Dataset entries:
━━━

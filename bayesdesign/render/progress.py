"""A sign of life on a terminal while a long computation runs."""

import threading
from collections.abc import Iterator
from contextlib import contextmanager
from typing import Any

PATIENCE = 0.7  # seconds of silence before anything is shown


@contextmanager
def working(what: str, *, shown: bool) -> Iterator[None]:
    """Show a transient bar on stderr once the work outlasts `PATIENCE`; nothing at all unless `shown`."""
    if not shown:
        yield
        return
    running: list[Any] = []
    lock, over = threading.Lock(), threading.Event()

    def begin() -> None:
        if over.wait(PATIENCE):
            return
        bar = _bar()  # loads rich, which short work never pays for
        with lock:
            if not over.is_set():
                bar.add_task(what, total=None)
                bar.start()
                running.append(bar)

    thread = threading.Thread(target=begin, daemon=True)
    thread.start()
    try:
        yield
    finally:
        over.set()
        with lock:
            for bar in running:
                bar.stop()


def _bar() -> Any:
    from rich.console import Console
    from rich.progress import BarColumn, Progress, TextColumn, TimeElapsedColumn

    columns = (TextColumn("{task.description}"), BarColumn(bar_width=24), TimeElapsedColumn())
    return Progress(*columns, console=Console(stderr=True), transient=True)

━━━

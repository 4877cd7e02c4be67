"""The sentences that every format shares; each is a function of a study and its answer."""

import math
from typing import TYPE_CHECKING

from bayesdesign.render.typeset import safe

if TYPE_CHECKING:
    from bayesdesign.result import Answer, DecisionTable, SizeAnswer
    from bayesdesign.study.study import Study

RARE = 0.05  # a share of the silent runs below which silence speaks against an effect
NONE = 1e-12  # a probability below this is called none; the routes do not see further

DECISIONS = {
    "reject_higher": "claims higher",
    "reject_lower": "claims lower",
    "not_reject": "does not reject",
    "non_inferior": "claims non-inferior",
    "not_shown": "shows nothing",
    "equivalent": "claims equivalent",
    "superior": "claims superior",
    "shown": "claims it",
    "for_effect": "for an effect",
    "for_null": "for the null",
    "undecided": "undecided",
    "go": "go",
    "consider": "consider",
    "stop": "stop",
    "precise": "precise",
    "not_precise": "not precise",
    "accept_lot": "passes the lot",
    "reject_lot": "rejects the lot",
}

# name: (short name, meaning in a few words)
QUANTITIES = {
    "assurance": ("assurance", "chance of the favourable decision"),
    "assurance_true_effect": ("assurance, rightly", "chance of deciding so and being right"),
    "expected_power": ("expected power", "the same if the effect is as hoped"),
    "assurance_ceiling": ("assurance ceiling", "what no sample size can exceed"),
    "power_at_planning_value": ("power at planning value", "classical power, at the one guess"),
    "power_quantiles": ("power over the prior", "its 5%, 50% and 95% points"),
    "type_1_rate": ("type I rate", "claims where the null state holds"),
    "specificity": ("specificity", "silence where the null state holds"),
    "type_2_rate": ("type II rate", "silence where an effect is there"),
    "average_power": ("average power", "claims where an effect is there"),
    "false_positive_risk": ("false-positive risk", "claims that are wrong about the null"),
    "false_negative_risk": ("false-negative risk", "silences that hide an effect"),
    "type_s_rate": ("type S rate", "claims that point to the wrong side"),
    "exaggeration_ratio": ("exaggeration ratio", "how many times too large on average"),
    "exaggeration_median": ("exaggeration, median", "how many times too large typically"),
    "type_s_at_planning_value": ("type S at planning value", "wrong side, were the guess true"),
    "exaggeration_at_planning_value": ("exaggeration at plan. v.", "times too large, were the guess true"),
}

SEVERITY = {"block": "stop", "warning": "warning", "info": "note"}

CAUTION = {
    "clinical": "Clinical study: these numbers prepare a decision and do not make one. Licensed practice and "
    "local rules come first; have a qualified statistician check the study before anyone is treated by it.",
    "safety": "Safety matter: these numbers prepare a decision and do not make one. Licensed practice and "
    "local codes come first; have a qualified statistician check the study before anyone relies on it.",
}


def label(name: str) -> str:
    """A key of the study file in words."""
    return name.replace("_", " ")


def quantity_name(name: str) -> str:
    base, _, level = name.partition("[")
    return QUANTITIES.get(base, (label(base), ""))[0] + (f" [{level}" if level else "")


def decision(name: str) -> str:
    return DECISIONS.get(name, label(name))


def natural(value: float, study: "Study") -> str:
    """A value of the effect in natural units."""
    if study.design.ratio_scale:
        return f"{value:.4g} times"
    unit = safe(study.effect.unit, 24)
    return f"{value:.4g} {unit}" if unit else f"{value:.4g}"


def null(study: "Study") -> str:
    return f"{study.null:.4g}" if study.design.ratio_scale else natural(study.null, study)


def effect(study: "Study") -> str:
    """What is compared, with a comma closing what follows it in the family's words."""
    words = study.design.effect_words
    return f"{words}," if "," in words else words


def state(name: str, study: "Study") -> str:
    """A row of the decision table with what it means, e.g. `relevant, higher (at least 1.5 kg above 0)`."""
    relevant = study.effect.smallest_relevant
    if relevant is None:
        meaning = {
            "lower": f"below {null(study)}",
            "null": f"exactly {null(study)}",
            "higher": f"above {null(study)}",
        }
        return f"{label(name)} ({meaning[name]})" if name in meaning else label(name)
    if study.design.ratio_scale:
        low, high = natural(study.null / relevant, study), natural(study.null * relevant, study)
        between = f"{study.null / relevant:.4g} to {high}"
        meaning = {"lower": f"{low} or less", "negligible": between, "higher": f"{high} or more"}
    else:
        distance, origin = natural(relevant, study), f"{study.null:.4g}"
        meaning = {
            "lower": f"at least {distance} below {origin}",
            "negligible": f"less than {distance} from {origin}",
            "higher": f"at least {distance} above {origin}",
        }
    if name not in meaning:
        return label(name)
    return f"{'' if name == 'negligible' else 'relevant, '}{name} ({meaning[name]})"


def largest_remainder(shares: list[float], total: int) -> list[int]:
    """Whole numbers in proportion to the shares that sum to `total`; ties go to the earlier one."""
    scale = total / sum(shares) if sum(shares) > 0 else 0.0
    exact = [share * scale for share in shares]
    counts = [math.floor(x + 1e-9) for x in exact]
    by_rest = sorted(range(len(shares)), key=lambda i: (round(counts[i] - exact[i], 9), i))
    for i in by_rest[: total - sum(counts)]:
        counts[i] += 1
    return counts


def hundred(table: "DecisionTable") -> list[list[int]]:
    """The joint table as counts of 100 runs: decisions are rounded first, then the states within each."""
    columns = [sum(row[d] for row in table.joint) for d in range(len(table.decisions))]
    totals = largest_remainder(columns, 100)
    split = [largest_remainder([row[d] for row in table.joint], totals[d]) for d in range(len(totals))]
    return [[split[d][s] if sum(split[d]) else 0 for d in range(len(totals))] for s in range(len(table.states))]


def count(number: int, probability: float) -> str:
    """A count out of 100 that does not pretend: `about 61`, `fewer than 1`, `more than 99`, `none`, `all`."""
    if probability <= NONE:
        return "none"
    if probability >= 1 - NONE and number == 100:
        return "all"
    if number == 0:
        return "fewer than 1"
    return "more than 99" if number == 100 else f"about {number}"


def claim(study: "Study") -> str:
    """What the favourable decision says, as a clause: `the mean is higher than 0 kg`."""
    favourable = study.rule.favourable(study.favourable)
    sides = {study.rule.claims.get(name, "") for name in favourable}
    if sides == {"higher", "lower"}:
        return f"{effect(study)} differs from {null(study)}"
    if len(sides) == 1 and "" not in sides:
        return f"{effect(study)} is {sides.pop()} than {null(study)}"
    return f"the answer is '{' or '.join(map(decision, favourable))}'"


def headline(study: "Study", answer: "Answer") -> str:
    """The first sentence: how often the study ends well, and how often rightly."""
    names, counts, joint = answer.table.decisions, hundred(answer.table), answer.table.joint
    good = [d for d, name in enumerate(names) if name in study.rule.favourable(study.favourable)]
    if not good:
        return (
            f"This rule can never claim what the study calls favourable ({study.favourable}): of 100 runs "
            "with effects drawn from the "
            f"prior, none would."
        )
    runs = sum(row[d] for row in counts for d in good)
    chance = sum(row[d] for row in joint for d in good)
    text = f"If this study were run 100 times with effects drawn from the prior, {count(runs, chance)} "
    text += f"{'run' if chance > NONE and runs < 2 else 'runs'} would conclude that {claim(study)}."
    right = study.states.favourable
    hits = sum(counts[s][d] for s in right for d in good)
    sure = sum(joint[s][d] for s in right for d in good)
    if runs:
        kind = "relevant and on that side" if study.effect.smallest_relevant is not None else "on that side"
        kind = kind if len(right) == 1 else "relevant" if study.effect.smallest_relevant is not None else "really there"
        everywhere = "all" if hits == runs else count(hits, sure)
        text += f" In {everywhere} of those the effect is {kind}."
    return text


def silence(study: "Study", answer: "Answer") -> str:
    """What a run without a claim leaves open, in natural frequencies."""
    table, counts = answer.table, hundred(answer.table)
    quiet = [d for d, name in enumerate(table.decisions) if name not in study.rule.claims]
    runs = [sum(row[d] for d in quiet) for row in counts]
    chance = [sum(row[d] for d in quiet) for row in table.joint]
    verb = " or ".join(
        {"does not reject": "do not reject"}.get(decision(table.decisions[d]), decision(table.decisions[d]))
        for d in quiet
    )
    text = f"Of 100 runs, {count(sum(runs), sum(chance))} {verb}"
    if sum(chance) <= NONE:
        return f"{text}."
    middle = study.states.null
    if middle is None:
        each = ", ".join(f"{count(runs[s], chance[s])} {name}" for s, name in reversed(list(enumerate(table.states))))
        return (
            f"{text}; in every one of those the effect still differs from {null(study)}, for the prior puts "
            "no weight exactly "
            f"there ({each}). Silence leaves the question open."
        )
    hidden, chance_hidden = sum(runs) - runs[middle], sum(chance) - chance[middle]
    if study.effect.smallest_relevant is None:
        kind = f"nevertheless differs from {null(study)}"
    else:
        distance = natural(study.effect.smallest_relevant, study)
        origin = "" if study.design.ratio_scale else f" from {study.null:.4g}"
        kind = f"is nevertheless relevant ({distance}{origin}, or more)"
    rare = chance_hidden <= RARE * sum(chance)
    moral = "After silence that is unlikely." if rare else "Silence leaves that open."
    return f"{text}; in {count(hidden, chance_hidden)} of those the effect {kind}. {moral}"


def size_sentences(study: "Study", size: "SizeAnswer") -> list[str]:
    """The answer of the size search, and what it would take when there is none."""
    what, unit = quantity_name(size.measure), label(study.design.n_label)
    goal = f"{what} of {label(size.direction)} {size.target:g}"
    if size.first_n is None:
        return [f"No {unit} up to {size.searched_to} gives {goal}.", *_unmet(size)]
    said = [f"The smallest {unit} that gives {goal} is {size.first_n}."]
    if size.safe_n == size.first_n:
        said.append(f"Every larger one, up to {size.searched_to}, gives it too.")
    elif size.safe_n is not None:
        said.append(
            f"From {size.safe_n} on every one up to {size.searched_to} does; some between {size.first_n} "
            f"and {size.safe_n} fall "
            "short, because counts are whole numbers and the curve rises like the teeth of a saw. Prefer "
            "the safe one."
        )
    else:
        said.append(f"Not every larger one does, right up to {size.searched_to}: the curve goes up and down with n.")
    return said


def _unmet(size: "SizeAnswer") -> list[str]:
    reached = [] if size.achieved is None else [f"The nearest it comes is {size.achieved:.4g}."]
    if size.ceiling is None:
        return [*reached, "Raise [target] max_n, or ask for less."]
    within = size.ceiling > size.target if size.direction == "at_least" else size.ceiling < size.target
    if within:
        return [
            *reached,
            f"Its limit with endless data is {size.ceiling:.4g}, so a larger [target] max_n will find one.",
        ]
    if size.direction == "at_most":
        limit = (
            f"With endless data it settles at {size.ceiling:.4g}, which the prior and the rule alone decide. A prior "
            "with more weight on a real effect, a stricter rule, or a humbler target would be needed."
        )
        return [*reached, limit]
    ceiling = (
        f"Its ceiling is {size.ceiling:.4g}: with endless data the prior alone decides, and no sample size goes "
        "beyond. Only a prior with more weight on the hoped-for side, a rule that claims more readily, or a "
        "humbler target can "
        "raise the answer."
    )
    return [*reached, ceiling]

━━━

WHAT THE TASK ASKS: Set down precisely the lines above between the line holding "filename bayesdesign/render/progress.py" and the line holding "Progress(*columns, console=Console(stderr=True), transient=True)", inclusive, and nothing beyond them.

EXERCISE RESULT:
filename bayesdesign/render/progress.py
"""A sign of life on a terminal while a long computation runs."""

import threading
from collections.abc import Iterator
from contextlib import contextmanager
from typing import Any

PATIENCE = 0.7  # seconds of silence before anything is shown


@contextmanager
def working(what: str, *, shown: bool) -> Iterator[None]:
    """Show a transient bar on stderr once the work outlasts `PATIENCE`; nothing at all unless `shown`."""
    if not shown:
        yield
        return
    running: list[Any] = []
    lock, over = threading.Lock(), threading.Event()

    def begin() -> None:
        if over.wait(PATIENCE):
            return
        bar = _bar()  # loads rich, which short work never pays for
        with lock:
            if not over.is_set():
                bar.add_task(what, total=None)
                bar.start()
                running.append(bar)

    thread = threading.Thread(target=begin, daemon=True)
    thread.start()
    try:
        yield
    finally:
        over.set()
        with lock:
            for bar in running:
                bar.stop()


def _bar() -> Any:
    from rich.console import Console
    from rich.progress import BarColumn, Progress, TextColumn, TimeElapsedColumn

    columns = (TextColumn("{task.description}"), BarColumn(bar_width=24), TimeElapsedColumn())
    return Progress(*columns, console=Console(stderr=True), transient=True)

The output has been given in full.